Like all liquid foods, palm wine is consumed almost immediately (typically within 23s of ingestion); a proportion of the flavor-enriched liquid remains in the mouth as a thin film coating the oral cavity . While some food aromas can be perceived for just a short period , palm wine aroma lingers for a considerable time after consumption. Prolonged retronasal aroma perception, as it is perceived after complete swallowing of a food, must be induced by persistent odorants which are present in the oral cavity for a certain period of time.
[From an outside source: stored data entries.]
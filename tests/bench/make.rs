//! `make` on the starter order, cold process: wall time and peak memory. Run: `cargo bench --bench make`.
#![allow(clippy::unwrap_used, missing_docs)]

use std::process::{Command, Stdio};
use std::time::{Duration, Instant};

const RUNS: usize = 9;
const LIMIT_S: f64 = 0.5;
const LIMIT_MB: f64 = 100.0;

fn main() {
    let out = std::env::temp_dir().join(format!("stripwright-bench-{}", std::process::id()));
    let order = concat!(env!("CARGO_MANIFEST_DIR"), "/templates/orders/edge-coupled.toml");
    let (mut times, mut peak_kb) = (Vec::new(), 0u64);
    for _ in 0..RUNS {
        let start = Instant::now();
        let mut child = Command::new(env!("CARGO_BIN_EXE_stripwright"))
            .args(["--quiet", "make", order, "--replace", "--out"])
            .arg(&out)
            .stdout(Stdio::null())
            .spawn()
            .unwrap();
        let status = loop {
            // Peak resident size as the kernel keeps it; the last reading before the end stands.
            let read = std::fs::read_to_string(format!("/proc/{}/status", child.id())).unwrap_or_default();
            let high_water = read.lines().find_map(|l| l.strip_prefix("VmHWM:")?.trim().strip_suffix(" kB")?.parse::<u64>().ok());
            peak_kb = peak_kb.max(high_water.unwrap_or(0));
            if let Some(status) = child.try_wait().unwrap() {
                break status;
            }
            std::thread::sleep(Duration::from_millis(1));
        };
        assert!(status.success(), "make ended with {status}");
        times.push(start.elapsed().as_secs_f64());
    }
    let _ = std::fs::remove_dir_all(&out);
    times.sort_by(f64::total_cmp);
    let (median, peak_mb) = (times[RUNS / 2], peak_kb as f64 / 1024.0);
    println!("make, starter, cold process: {median:.3} s (median of {RUNS}), limit {LIMIT_S} s, ratio {:.2}", median / LIMIT_S);
    println!("make, starter, peak memory: {peak_mb:.1} MB, limit {LIMIT_MB} MB, ratio {:.2}", peak_mb / LIMIT_MB);
}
That means that the odorants or the respective food matrix are either adsorbed to oral mucosa as a kind of aroma reservoir, and that aroma compounds are released therefrom continuously , Another possibility is that odorants are newly generated from less or non-odour active precursor compounds . The adsorption of odorants, as well as the adsorption of food matrix material, has been previously shown to occur . Both processes can be regarded as explanation for the persistence of odorous molecules after food consumption, and the development and/or duration of the so-called 'after-odor'. The opposite effect with odorants being no longer present in the oral cavity but being still perceived due to cognitive or receptor phenomena, cannot be excluded but has to our knowledge, not yet been shown. Generally, retronasal aroma perception of odorants released within the oral cavity is only possible when the velum-tongue barrier is opened . This can occur, for example, during talking, breathing through the mouth, swallowing of saliva or often just unconsciously at rest . To varying extent these actions can result in a transfer of aroma-loaded air and/or saliva into the pharynx, depending on the type and extent of action performed. From the pharyngeal areas, the air is further transported by the tidal breath-flow into the nasal cavity and to the olfactory epithelium. The odorants from liquid foods have access to the nasal cavity mainly after the swallowing action producing an aroma-rich 'Swallow-breath'.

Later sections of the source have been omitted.